Increasing taxes was not on the table: Finance Minister

Finance Minister Nirmala Sitharaman has said that increasing taxes for ordinary Indians in the budget was not an idea she was willing to consider. In her first post—Budget interview to a private television channel, she told Network18 Group Editor-in-Chief Rahul Joshi that had the government had more resources, she would have shared it with taxpayers in the form of lower taxes.

“I certainly didn’t want to fund this through taxation. That is why I have provided for large borrowing, disinvestment, asset monetization,” she said.

The stock markets have reacted with glee, giving Sitharaman the biggest budget-day rally of the twenty-first century. 

In her third budget, she announced plans for large-scale privatization and monetization of public sector assets, recapitalization of banks, higher foreign investment limits in insurance and reform of electricity distribution.

The higher borrowing, she said, would not affect the government’s fiscal prudence, which is on a glide path to 4.5% of GDP in FY26. This would not be a cause for concern for India’s sovereign ratings.

“I don’t want to say I am not bothered.

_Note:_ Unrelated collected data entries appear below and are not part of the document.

"""Settling: how long after an x/y move the image stops shifting.

The stage moves by a step and frames are taken back to back from the moment the move
ends (:meth:`Session.burst`). Each is registered against the last, which is taken once
the stage is still, and the settling time is the last moment the image lies farther
than :data:`TOLERANCE_PX` from where it comes to rest: after it the image stays inside
that band (the usual definition of the settling time of a step response, e.g. Ogata,
*Modern Control Engineering*; from memory). A quarter of a pixel is where motion during
an exposure starts to soften the image (common practice).

Two estimates of that moment:

* from the frames alone: half-way between the last frame outside the band and the next
  one (good to half a frame interval, :func:`settle_from_samples`);
* from a fit of the ringing of an underdamped second-order system to the displacement
  along the move, d(t) = exp(-t / tau) (a sin 2 pi f t + b cos 2 pi f t)
  (:func:`fit_ringing`), whose last crossing of the band is found on a fine grid. It
  needs no frame to fall on the last swing out of the band, so it is the estimate used
  when the fit explains the motion well (:data:`MIN_FIT_R2`).
"""

from __future__ import annotations

import asyncio
import dataclasses
import math

import numpy as np
from scipy import optimize, signal

from daemon.commission.registration import Reference
from daemon.commission.session import Session, Timed

TOLERANCE_PX = 0.25
MIN_FIT_R2 = 0.9
STILL_FRACTION = 0.3  # the last 30 % of a burst must lie inside the band: the stage was still
FIRST_WINDOW_S = 1.0
LONGEST_WINDOW_S = 6.0


@dataclasses.dataclass(frozen=True)
class RingingFit:
    """d(t) = exp(-t / decay_s) * (a sin(2 pi f t) + b cos(2 pi f t)), px; ``r2`` its share
    of the displacement's variance explained."""

    a_px: float
    b_px: float
    frequency_hz: float
    decay_s: float
    r2: float

    @property
    def amplitude_px(self) -> float:
        return math.hypot(self.a_px, self.b_px)

    def __call__(self, t_s: np.ndarray) -> np.ndarray:
        w = 2.0 * np.pi * self.frequency_hz * t_s
        return np.exp(-t_s / self.decay_s) * (self.a_px * np.sin(w) + self.b_px * np.cos(w))

    def settle_s(self, tolerance_px: float) -> float:
        """The last time the fitted motion reaches the tolerance (0 if it never does)."""
        if self.amplitude_px <= tolerance_px:
            return 0.0
        end = self.decay_s * math.log(self.amplitude_px / tolerance_px)  # the envelope's crossing
        t = np.linspace(0.0, end, max(2, int(end * self.frequency_hz * 4000) + 2))
        above = np.flatnonzero(np.abs(self(t)) >= tolerance_px)
        return float(t[above[-1]]) if above.size else 0.0


def _damped(t: np.ndarray, a: float, b: float, f: float, tau: float) -> np.ndarray:
    w = 2.0 * np.pi * f * t
    return np.exp(-t / tau) * (a * np.sin(w) + b * np.cos(w))


def fit_ringing(t_s: np.ndarray, d_px: np.ndarray) -> RingingFit | None:
    """Least-squares fit of a damped oscillation (see the module docstring) to displacements
    d (px) at times t (s after the move ended); None when it cannot be fitted.

    Start values: the frequency from the Lomb-Scargle periodogram (for unevenly spaced
    samples; Lomb 1976, Scargle 1982, as SciPy implements it), then for each of a range of
    decay times the amplitudes by linear least squares; the best start is refined by
    Levenberg-Marquardt (``scipy.optimize.curve_fit``)."""
    t = np.asarray(t_s, float)
    d = np.asarray(d_px, float)
    if len(t) < 8 or float(np.ptp(d)) == 0.0:
        return None
    span = float(t.max() - t.min())
    spacing = float(np.median(np.diff(np.sort(t))))
    if span <= 0 or spacing <= 0:
        return None
    freqs = np.linspace(0.5 / span, 0.5 / spacing, 400)
    power = signal.lombscargle(t, d - d.mean(), 2.0 * np.pi * freqs)
    f0 = float(freqs[int(np.argmax(power))])
    best: tuple[float, tuple[float, float, float, float]] | None = None
    for f in (0.8 * f0, f0, 1.25 * f0):
        w = 2.0 * np.pi * f * t
        for tau in np.geomspace(max(spacing, 1e-3), max(span, 2 * spacing), 30):
            basis = np.exp(-t / tau)[:, None] * np.column_stack([np.sin(w), np.cos(w)])
            coef, *_ = np.linalg.lstsq(basis, d, rcond=None)
            cost = float(np.sum((basis @ coef - d) ** 2))
            if best is None or cost < best[0]:
                best = (cost, (float(coef[0]), float(coef[1]), f, float(tau)))
    assert best is not None
    try:
        params, _ = optimize.curve_fit(_damped, t, d, p0=best[1], maxfev=5000)
    except (RuntimeError, ValueError):
        params = np.asarray(best[1])
    a, b, f, tau = (float(v) for v in params)
    if not (tau > 0 and f > 0 and all(math.isfinite(v) for v in params)):
        return None
    residual = float(np.sum((_damped(t, a, b, f, tau) - d) ** 2))
    total = float(np.sum((d - d.mean()) ** 2))
    return RingingFit(a, b, f, tau, 1.0 - residual / total if total > 0 else 0.0)


def settle_from_samples(t_s: np.ndarray, distance_px: np.ndarray, tolerance_px: float) -> tuple[float, int]:
    """(settling time s, frames after the move until the image is still) from the frames
    alone: half-way between the last frame outside the band and the next; 0 when even
    the first frame was inside."""
    t = np.asarray(t_s, float)
    outside = np.flatnonzero(np.asarray(distance_px, float) > tolerance_px)
    if outside.size == 0:
        return 0.0, 0
    k = int(outside[-1])
    if k + 1 >= len(t):
        return float(t[k]), k + 1
    return 0.5 * float(t[k] + t[k + 1]), k + 1


@dataclasses.dataclass
class AxisSettle:
    """One axis' burst: when each frame was half exposed (s after the move ended), how far
    the image lay from where it came to rest (px, columns and rows), the estimates."""

    axis: str
    move_um: float
    t_s: np.ndarray
    shifts_px: np.ndarray
    along_px: np.ndarray  # displacement along the direction the image moved most
    settle_s: float  # the estimate used (the fit's when good, else the frames')
    samples_settle_s: float
    frames_until_still: int
    fit: RingingFit | None
    still: bool  # the burst's last part lay inside the band

    @property
    def frame_interval_s(self) -> float:
        return float(np.median(np.diff(self.t_s))) if len(self.t_s) > 1 else float("nan")

    def to_dict(self, px_um: float | None = None) -> dict[str, object]:
        out: dict[str, object] = {
            "axis": self.axis,
            "move_um": self.move_um,
            "settle_ms": round(1000 * self.settle_s, 2),
            "from_frames_ms": round(1000 * self.samples_settle_s, 2),
            "frames_until_still": self.frames_until_still,
            "frame_interval_ms": round(1000 * self.frame_interval_s, 3),
            "frames": len(self.t_s),
            "still_at_end": self.still,
        }
        if self.fit is not None:
            out["fit"] = {
                "amplitude_px": round(self.fit.amplitude_px, 4),
                "frequency_hz": round(self.fit.frequency_hz, 4),
                "decay_ms": round(1000 * self.fit.decay_s, 3),
                "r2": round(self.fit.r2, 4),
            }
            if px_um is not None:
                out["fit"]["amplitude_um"] = round(self.fit.amplitude_px * px_um, 4)  # type: ignore[index]
        return out


def analyse_burst(frames: list[Timed], *, axis: str, move_um: float, tolerance_px: float = TOLERANCE_PX) -> AxisSettle:
    """Register every frame of a burst against its last (whole frames: a part of one is
    registered faster, but less of the field's texture pins it) and estimate the settling time."""
    rest = Reference(frames[-1].pixels)
    t = np.array([f.t_s for f in frames])
    shifts = np.array([rest.shift(f.pixels).vector for f in frames])
    distance = np.hypot(shifts[:, 0], shifts[:, 1])
    # The direction the image swings in: the principal axis of the displacements.
    _, _, vt = np.linalg.svd(shifts - shifts.mean(axis=0), full_matrices=False)
    along = shifts @ vt[0]
    samples_s, frames_until_still = settle_from_samples(t, distance, tolerance_px)
    tail = t >= t[-1] - STILL_FRACTION * (t[-1] - t[0])
    still = bool(np.all(distance[tail] <= tolerance_px))
    fit = fit_ringing(t, along) if frames_until_still > 0 else None
    settle_s = samples_s
    if fit is not None and fit.r2 >= MIN_FIT_R2:
        settle_s = fit.settle_s(tolerance_px)
    return AxisSettle(axis, move_um, t, shifts, along, settle_s, samples_s, frames_until_still, fit, still)


async def measure_settle(session: Session, x_um: float, y_um: float, *, axis: str, move_um: float) -> AxisSettle:
    """Move by ``move_um`` along ``axis`` from (x, y) (settled there first), frame the
    settling, and come back. The burst grows (to :data:`LONGEST_WINDOW_S`) until its last
    part is still."""
    window = FIRST_WINDOW_S
    dx, dy = (move_um, 0.0) if axis == "x" else (0.0, move_um)
    scope = session.scope
    while True:
        await session.go(x_um, y_um, side=(-1, -1))
        # A move returns after the controller has said it finished and then reported where it
        # is; one report exchange is timed here and taken off, so the times count from when
        # the motion ended (the moment the driver's settle wait starts from).
        asked = scope.clock.now()
        await scope.position()
        report_s = scope.clock.now() - asked
        await scope.move_to(x_um=x_um + dx, y_um=y_um + dy, backlash_approach=False)
        ended = scope.clock.now() - report_s
        frames = await session.burst(window, started_s=ended)
        result = await asyncio.to_thread(analyse_burst, frames, axis=axis, move_um=move_um)
        if result.still or window >= LONGEST_WINDOW_S:
            return result
        window = min(2.0 * window, LONGEST_WINDOW_S)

But I don’t want to let it bother me,” she said of the likely reaction by ratings agencies to the borrowing plan and higher fiscal deficit estimates, pegged at 9.5% of GDP for FY21 and 6.8% of GDP in FY22. “I am confident that this will be appreciated by the people who matter.”

The finance minister made major announcements in her conversations with Joshi:

—A new law will be passed that will have a provision for private development financial institutions to fund infrastructure projects. 

“There is so much demand for development financing.”

—The government is not in the business of doing business but governance, she asserted.

“I am still saying—bare minimum even in strategic sectors,” she said in reference to public sector participation in business.

—The government is committed to privatization of two banks and one general insurance company this year. It has started engaging with the Reserve Bank “in a big way.”

“Is it right to pour taxpayer money into banks?” that cannot stand up on their own,” she asked.

—A holding company with some government participation will be created to own the bad loans of banks. This company will then call for interest from private sector asset reconstruction companies to sell non-performing assets.

“This is a workable solution. The banks are all on board.”

—She clarified that the Agriculture Infrastructure Development Cess would be carved out of additional excise duty which is owed to the central government. “The end consumer or the importer is not going to pay one rupee more.”

The finance minister asked farmer unions to return to the negotiating table in a spirit of goodwill and explain their points of difference on the farm reform laws. “Some of whom are farmers are misguided. Please talk on particular points of concern. We are willing to concede,” she said.